### INPUT FOR THIS TASK:
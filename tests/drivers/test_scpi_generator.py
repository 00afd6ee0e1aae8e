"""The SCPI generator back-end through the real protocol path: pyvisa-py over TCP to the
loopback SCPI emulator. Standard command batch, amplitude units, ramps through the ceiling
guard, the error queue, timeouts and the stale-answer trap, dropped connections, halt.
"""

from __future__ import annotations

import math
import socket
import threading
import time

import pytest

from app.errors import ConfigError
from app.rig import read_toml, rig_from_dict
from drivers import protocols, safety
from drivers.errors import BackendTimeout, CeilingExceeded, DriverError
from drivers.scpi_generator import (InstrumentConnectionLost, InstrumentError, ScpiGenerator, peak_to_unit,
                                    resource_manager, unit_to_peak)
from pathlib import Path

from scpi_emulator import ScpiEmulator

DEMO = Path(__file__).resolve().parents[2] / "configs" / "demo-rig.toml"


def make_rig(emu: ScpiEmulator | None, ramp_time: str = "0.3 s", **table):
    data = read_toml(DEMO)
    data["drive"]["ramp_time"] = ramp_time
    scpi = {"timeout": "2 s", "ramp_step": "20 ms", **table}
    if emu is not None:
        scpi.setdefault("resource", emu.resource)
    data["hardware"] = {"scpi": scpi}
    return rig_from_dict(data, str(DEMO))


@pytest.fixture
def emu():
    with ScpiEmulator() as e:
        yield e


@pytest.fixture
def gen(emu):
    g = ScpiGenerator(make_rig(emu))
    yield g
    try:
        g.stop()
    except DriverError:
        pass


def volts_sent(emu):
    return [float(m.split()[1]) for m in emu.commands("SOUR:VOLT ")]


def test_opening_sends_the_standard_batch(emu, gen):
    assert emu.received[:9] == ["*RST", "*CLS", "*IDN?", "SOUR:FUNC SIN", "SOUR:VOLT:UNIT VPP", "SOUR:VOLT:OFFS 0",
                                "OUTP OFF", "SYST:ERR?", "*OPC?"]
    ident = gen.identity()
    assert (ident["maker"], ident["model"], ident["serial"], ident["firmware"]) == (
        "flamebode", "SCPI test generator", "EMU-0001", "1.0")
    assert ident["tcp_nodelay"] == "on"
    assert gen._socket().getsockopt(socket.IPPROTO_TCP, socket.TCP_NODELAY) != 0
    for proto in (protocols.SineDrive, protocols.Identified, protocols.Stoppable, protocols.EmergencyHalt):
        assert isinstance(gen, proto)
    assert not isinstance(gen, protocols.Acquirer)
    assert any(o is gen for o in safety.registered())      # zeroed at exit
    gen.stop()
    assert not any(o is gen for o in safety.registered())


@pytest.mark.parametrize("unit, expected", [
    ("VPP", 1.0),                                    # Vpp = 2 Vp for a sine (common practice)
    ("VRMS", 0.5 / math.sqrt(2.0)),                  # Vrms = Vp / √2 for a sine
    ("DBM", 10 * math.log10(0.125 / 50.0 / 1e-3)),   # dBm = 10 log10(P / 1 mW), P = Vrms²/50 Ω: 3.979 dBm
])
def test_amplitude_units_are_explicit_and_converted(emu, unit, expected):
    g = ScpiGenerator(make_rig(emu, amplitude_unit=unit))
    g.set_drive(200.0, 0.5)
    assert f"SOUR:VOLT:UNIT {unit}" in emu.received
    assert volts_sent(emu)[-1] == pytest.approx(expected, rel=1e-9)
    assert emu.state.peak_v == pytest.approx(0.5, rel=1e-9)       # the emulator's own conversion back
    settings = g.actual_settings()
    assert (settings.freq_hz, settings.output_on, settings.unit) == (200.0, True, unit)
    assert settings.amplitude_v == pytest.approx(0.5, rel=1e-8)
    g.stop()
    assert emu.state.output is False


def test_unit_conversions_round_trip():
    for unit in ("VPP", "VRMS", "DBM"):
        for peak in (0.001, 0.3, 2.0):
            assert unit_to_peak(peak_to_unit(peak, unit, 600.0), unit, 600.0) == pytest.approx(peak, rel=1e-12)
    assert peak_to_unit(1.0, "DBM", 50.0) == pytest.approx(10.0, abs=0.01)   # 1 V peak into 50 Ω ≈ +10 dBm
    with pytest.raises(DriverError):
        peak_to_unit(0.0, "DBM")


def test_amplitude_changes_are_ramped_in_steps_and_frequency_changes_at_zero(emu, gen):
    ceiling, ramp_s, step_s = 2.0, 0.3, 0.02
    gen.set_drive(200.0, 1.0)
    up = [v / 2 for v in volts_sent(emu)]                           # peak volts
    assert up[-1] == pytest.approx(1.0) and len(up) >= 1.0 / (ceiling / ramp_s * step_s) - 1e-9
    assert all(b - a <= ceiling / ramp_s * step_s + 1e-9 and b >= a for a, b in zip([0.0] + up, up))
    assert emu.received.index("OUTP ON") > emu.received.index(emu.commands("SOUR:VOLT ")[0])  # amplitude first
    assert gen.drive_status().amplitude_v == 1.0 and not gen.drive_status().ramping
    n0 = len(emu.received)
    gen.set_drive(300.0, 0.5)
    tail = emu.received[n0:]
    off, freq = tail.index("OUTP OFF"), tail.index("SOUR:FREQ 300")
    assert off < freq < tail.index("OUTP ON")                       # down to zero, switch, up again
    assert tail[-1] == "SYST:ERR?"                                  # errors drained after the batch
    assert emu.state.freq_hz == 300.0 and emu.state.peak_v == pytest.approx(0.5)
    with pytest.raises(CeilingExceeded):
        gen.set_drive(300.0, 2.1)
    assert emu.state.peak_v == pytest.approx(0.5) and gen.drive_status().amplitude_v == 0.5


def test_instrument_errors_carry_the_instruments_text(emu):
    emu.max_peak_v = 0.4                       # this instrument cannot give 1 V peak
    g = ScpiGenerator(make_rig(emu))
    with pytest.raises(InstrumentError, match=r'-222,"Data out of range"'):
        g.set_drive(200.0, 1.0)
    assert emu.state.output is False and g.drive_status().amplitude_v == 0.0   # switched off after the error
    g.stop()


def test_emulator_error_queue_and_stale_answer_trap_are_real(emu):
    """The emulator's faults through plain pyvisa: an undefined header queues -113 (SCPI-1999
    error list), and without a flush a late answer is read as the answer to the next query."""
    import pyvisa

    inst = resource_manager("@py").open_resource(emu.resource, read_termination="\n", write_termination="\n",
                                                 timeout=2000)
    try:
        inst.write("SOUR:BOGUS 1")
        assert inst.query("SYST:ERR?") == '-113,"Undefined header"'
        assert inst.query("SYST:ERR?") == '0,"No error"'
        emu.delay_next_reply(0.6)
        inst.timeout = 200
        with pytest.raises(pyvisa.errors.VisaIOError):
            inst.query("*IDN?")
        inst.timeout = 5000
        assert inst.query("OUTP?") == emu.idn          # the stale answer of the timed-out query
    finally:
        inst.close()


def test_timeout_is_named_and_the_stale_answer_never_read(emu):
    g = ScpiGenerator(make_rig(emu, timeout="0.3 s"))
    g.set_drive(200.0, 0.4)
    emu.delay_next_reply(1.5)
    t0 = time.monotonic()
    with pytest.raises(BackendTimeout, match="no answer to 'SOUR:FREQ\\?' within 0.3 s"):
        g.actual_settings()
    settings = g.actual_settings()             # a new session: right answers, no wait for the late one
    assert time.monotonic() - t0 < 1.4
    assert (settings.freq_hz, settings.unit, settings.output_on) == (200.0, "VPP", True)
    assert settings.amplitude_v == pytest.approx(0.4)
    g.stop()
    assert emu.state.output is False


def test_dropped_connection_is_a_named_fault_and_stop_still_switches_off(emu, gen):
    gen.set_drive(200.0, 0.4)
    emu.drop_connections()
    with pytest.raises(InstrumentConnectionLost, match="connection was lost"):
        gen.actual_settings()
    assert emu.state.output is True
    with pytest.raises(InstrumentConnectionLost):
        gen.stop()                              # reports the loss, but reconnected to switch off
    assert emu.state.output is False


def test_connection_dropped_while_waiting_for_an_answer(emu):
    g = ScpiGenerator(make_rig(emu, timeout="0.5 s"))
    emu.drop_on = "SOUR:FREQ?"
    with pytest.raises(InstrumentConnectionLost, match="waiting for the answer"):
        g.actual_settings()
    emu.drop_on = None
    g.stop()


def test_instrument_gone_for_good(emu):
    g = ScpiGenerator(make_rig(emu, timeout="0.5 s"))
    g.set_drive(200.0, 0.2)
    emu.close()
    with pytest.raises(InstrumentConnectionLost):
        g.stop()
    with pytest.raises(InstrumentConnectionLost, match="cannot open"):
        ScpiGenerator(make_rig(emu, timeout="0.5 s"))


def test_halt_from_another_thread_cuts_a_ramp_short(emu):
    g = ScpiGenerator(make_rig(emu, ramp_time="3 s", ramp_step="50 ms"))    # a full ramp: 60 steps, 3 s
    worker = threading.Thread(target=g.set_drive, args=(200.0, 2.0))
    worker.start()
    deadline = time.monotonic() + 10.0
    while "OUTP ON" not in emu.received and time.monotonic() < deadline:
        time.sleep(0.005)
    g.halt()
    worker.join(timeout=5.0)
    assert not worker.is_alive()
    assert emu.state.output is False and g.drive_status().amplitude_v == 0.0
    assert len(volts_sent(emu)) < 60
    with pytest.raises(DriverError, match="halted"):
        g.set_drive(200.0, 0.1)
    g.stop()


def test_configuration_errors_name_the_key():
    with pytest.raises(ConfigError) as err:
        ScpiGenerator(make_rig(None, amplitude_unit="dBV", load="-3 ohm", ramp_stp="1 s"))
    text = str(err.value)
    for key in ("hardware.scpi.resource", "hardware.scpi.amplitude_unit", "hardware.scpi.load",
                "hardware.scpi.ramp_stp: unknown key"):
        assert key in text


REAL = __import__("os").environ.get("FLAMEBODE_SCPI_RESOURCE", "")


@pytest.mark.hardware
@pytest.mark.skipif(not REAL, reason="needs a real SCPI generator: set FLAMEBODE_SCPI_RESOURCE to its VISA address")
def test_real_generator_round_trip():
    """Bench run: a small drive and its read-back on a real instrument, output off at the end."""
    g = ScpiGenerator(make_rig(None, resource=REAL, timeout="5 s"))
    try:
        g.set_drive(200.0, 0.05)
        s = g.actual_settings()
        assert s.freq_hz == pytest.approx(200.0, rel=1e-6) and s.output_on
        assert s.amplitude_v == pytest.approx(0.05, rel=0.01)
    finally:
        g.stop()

* * *

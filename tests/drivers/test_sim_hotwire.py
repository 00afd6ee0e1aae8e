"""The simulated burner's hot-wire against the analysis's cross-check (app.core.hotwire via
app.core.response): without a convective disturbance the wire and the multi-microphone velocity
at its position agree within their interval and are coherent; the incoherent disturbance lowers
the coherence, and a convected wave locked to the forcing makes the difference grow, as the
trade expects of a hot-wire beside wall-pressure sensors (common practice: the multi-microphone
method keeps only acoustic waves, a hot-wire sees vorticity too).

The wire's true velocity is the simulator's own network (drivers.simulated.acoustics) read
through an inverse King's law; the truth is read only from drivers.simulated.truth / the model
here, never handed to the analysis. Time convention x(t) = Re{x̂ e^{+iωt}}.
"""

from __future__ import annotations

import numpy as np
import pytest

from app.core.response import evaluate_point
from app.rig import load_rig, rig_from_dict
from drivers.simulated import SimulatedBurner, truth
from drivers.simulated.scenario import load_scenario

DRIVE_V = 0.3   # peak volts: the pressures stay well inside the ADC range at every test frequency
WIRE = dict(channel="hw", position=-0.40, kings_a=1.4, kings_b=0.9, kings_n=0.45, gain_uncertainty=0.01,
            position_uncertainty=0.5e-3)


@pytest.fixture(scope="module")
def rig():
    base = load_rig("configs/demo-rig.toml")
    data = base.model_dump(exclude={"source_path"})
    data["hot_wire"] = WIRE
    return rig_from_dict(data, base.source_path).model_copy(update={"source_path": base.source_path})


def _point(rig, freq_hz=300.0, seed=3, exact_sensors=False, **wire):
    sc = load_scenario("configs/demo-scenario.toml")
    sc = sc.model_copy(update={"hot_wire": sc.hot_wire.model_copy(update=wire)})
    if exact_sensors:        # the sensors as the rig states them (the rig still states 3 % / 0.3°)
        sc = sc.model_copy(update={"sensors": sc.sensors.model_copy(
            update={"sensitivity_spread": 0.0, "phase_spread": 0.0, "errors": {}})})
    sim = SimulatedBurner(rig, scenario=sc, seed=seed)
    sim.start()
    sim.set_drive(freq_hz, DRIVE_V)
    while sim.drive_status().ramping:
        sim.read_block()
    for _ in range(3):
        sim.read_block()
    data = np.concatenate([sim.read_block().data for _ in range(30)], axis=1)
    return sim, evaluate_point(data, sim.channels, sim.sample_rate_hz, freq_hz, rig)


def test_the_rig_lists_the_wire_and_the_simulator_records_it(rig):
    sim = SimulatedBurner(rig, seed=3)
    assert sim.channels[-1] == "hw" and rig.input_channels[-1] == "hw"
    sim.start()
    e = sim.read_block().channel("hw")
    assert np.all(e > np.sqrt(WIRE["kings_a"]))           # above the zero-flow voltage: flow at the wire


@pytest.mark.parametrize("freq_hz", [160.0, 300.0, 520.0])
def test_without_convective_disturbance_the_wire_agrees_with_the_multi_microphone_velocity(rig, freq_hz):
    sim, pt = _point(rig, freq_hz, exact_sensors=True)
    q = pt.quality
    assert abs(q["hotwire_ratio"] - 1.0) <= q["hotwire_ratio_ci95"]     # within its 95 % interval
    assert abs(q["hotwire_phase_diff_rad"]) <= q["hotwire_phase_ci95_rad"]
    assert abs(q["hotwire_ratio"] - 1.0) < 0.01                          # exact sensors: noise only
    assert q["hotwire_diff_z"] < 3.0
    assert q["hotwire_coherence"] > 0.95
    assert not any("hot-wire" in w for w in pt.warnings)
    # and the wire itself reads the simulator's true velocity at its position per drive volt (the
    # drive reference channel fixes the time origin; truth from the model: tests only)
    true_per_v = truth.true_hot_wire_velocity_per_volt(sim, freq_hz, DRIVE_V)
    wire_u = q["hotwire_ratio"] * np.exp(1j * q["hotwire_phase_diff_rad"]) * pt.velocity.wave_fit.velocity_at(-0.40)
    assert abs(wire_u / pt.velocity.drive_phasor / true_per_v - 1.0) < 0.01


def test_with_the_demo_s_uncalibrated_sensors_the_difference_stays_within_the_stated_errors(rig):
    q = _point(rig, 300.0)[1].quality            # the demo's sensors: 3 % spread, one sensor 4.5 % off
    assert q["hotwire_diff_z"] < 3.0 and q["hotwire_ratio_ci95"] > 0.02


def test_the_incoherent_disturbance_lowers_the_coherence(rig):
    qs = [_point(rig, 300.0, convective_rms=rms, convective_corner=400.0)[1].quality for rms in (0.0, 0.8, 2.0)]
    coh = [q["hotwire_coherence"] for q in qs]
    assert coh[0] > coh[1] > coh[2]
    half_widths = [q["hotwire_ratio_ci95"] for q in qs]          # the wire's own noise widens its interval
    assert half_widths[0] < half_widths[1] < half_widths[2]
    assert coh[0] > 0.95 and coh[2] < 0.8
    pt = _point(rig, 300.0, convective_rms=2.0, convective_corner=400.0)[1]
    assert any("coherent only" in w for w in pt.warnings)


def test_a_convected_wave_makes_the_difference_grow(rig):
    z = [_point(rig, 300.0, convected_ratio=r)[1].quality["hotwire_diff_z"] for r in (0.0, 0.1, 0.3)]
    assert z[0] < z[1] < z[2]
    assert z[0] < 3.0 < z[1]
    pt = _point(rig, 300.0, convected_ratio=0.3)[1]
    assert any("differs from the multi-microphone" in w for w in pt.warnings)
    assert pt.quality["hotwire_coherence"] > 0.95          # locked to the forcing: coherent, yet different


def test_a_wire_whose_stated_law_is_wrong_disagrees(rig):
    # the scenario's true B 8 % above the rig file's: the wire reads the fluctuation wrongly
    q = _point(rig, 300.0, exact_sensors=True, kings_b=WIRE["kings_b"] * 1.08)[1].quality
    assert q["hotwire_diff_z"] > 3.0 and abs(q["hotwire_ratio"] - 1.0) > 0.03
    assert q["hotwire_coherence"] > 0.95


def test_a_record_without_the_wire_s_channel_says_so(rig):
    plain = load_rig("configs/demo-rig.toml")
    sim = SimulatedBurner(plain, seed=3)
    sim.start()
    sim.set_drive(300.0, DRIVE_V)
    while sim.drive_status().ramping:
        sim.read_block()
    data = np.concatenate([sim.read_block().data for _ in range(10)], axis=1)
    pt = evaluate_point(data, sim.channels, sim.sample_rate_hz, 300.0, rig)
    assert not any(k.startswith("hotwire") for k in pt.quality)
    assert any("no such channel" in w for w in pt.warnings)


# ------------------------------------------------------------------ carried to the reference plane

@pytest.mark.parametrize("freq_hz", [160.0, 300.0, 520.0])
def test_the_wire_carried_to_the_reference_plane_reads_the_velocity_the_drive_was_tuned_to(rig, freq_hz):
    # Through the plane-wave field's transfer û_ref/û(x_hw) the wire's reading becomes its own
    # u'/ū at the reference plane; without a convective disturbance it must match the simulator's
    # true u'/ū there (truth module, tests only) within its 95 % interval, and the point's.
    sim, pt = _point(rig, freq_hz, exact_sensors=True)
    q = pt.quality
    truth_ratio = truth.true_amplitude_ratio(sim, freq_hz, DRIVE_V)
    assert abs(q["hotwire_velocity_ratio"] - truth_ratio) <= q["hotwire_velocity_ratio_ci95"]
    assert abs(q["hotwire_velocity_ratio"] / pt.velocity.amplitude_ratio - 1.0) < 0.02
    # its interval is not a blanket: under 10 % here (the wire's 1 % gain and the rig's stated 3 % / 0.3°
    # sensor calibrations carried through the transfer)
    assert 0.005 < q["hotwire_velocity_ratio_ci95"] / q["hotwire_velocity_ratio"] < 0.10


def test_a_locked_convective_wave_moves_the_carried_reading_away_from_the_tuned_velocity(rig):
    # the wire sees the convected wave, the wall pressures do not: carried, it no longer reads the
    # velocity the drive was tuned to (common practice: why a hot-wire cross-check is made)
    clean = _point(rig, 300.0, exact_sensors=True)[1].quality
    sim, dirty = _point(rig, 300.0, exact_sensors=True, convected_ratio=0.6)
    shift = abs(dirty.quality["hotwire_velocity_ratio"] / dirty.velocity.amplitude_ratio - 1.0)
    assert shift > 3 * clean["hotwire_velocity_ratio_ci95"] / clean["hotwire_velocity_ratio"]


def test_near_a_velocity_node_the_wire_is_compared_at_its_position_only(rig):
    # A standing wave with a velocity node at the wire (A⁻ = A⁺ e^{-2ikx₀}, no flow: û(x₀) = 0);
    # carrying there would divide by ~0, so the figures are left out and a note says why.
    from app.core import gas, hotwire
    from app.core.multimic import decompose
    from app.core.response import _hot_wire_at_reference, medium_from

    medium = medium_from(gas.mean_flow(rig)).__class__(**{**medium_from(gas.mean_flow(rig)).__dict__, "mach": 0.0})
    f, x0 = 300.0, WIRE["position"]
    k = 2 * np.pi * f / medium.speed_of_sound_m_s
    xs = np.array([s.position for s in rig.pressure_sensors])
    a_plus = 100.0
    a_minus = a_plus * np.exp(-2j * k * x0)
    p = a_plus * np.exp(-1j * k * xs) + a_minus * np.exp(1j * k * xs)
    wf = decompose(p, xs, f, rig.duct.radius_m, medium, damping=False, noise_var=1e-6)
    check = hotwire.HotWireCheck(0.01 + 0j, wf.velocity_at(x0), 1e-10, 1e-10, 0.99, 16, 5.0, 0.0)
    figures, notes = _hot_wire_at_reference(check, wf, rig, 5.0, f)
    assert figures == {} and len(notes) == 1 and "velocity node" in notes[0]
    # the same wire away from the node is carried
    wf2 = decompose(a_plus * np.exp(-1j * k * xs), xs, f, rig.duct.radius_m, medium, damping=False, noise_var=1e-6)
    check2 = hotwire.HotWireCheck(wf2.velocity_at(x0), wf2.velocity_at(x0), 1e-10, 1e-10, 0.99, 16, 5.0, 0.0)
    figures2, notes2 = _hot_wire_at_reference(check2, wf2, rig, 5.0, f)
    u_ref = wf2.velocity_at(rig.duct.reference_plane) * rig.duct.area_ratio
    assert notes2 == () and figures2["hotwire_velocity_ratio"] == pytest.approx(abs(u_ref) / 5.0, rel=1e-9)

### TASK:
What lines in the material above hold the word "SimulatedBurner"? Pull them out.

### EXPECTED ANSWER:
from drivers.simulated import SimulatedBurner, truth
    sim = SimulatedBurner(rig, scenario=sc, seed=seed)
    sim = SimulatedBurner(rig, seed=3)
    sim = SimulatedBurner(plain, seed=3)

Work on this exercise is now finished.